The Corporation’s engineers had identified the fact that the existing epoxy liner coating had not successfully been applied to the risers and was showing signs of failure and pinhole leaks. The Corporation entered into a $1.7M contract to remediate the situation. We gather that Mr. McNeil opposed the work and was of the view that the work was not required. Based on his views, he prevented the Corporation from accessing his unit to conduct the required work. The Corporation brought a court application for an order allowing the Corporation to enter the unit to gain access to the adjacent common element riser to make the required repairs.
It seems Mr.

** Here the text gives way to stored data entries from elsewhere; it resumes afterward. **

static const char run_help[] =
    "usage: brink run STUDY.yaml [--quiet] [--mpi | --shard I/N]\n"
    "\n"
    "Runs the study's method and writes report.txt and report.json into the\n"
    "run folder (run.folder, default runs/NAME beside the study file), then\n"
    "prints the text report. Progress goes to stderr: a live line on a\n"
    "terminal, a plain line every 10 seconds otherwise.\n"
    "Ctrl-C (or SIGTERM, SIGUSR1) stops cleanly with exit code 3; running the\n"
    "same command again resumes and ends with the same numbers.\n"
    "\n"
    "  -q, --quiet    no progress display and no report on stdout\n"
    "  --mpi          under mpirun or srun: rank 0 coordinates and keeps the\n"
    "                 records, the other ranks run run.slots models each\n"
    "                 (by default the rank's cores over the cores per run)\n"
    "  --shard I/N    evaluate shard I of N (0 <= I < N) of a random, lhs or\n"
    "                 sobol study into records-shard-I-of-N.log, for job\n"
    "                 arrays; `brink merge` then makes the report\n"
    "See docs/cluster.md.\n";

/* ---- progress ------------------------------------------------------- */

typedef struct {
  int tty;
  int quiet;
  double start;
  double last;
  int shown;
  /* The latest estimate, from the method's decision points. */
  double pf;
  double cov;
  uint64_t failures;
  uint64_t planned;
  uint64_t evaluations;
  uint64_t errors;
  /* From the dispatcher, for studies with a model. */
  const bk_dispatch_stats_t *dst;
} progress_t;

static double now_seconds(void) {
  struct timespec ts;
  clock_gettime(CLOCK_MONOTONIC, &ts);
  return (double)ts.tv_sec + 1e-9 * (double)ts.tv_nsec;
}

static void format_rate(char *b, size_t n, double rate) {
  if (rate >= 1e6)
    snprintf(b, n, "%.1f M/s", rate / 1e6);
  else if (rate >= 1e3)
    snprintf(b, n, "%.1f k/s", rate / 1e3);
  else
    snprintf(b, n, "%.1f /s", rate);
}

static void format_eta(char *b, size_t n, double s) {
  if (!isfinite(s) || s < 0)
    snprintf(b, n, "-");
  else if (s < 60)
    snprintf(b, n, "%.0fs", s);
  else if (s < 3600)
    snprintf(b, n, "%.0fm%02.0fs", floor(s / 60), fmod(s, 60));
  else
    snprintf(b, n, "%.0fh%02.0fm", floor(s / 3600), fmod(s / 60, 60));
}

static void show_progress(progress_t *p, int final) {
  if (p->quiet)
    return;
  double t = now_seconds();
  if (!final && t - p->last < (p->tty ? 0.1 : 10.0))
    return;
  p->last = t;
  double el = t - p->start;
  uint64_t done = p->evaluations;
  uint64_t fresh = done;
  int running = 0;
  if (p->dst) {
    uint64_t d2 = p->dst->replayed + p->dst->completed;
    if (d2 > done)
      done = d2;
    fresh = p->dst->completed;
    running = p->dst->running;
  }
  double rate = el > 0 ? (double)fresh / el : 0;
  char rb[32], eb[32], cov[32], pf[32], run[32] = "";
  if (isfinite(p->pf))
    snprintf(pf, sizeof pf, "%.3e", p->pf);
  else
    snprintf(pf, sizeof pf, "-");
  format_rate(rb, sizeof rb, rate);
  format_eta(eb, sizeof eb,
             rate > 0 && p->planned > done ? (double)(p->planned - done) / rate
                                           : (p->planned <= done ? 0 : NAN));
  if (isfinite(p->cov))
    snprintf(cov, sizeof cov, "%.3f", p->cov);
  else
    snprintf(cov, sizeof cov, "-");
  if (p->dst)
    snprintf(run, sizeof run, "  %d running", running);
  uint64_t errors = p->dst ? p->dst->errors : p->errors;
  fprintf(stderr,
          "%s%llu/%llu done%s  %llu failures  %llu errors  Pf %s  cov %s  "
          "%s  ETA %s%s",
          p->tty ? "\r\033[K" : "", (unsigned long long)done,
          (unsigned long long)p->planned, run, (unsigned long long)p->failures,
          (unsigned long long)errors, pf, cov, rb, eb, p->tty ? "" : "\n");
  fflush(stderr);
  p->shown = 1;
}

static void on_progress(void *data, const bk_result_t *r, uint64_t planned) {
  progress_t *p = data;
  p->pf = r->est.pf;
  p->cov = r->est.cov;
  p->failures = r->est.failures;
  p->planned = planned;
  p->evaluations = r->evaluations;
  p->errors = r->model_errors;
  show_progress(p, r->evaluations >= planned);
}

static void on_tick(void *data, const bk_dispatch_stats_t *st) {
  progress_t *p = data;
  p->dst = st;
  show_progress(p, 0);
}

static uint64_t planned_evaluations(const bk_study_t *s) {
  const bk_analysis_t *a = &s->analysis;
  if (a->method == BK_METHOD_LHS || a->method == BK_METHOD_SOBOL)
    return (a->samples / a->replicates) * a->replicates;
  uint64_t n = a->samples ? a->samples : a->max_evaluations;
  return n < a->max_evaluations ? n : a->max_evaluations;
}

/* What a run with an external model holds open. */
typedef struct {
  bk_records_t *records;
  bk_exec_t *exec;
  bk_dispatch_t *dispatch;
  bk_mpi_coord_t *coord;
  char *work_dir;
  char host[256];
} model_run_t;

static int model_run_close(model_run_t *m, bk_error_t *err) {
  int rc = 0;
  bk_dispatch_free(m->dispatch);
  bk_exec_free(m->exec);
  bk_mpi_coord_free(m->coord);
  if (m->records && (rc = bk_records_close(m->records)) != 0)
    bk_error_set(err, rc, NULL, 0, 0, "cannot close the records: %s",
                 bk_strerror(rc));
  bk_free(m->work_dir);
  memset(m, 0, sizeof *m);
  return rc;
}

/* How this process takes part in the run. */
typedef struct {
  int mpi;          /* rank 0 of an MPI run with workers */
  int under_mpi;    /* brink run --mpi, whatever the number of ranks */
  bk_shard_t shard; /* count 0 = not sharded */
} run_mode_t;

McNeil sought an adjournment of the court hearing to allow the dispute to be submitted to (what he believed was mandatory) mediation or to allow him to get a motion date to get the Corporation’s court application dismissed as an abuse of process.
That’s all we can gather from the decision about the facts underlying this court case.
Mediation not required
Many (but not all) disputes between an owner and the condo corporation are subject to mandatory mediation. However, disputes with respect to the Condo Act (as opposed to disputes related to the governing documents) are not subject to mandatory mediation. In this case, the dispute pertained to the following disposition under the Condo Act:
- Section 19, which permits a right of entry to a unit on reasonable notice;
- Section 117, which prohibits any act, omission or condition which is likely to damage the property or cause an injury or an illness to individuals.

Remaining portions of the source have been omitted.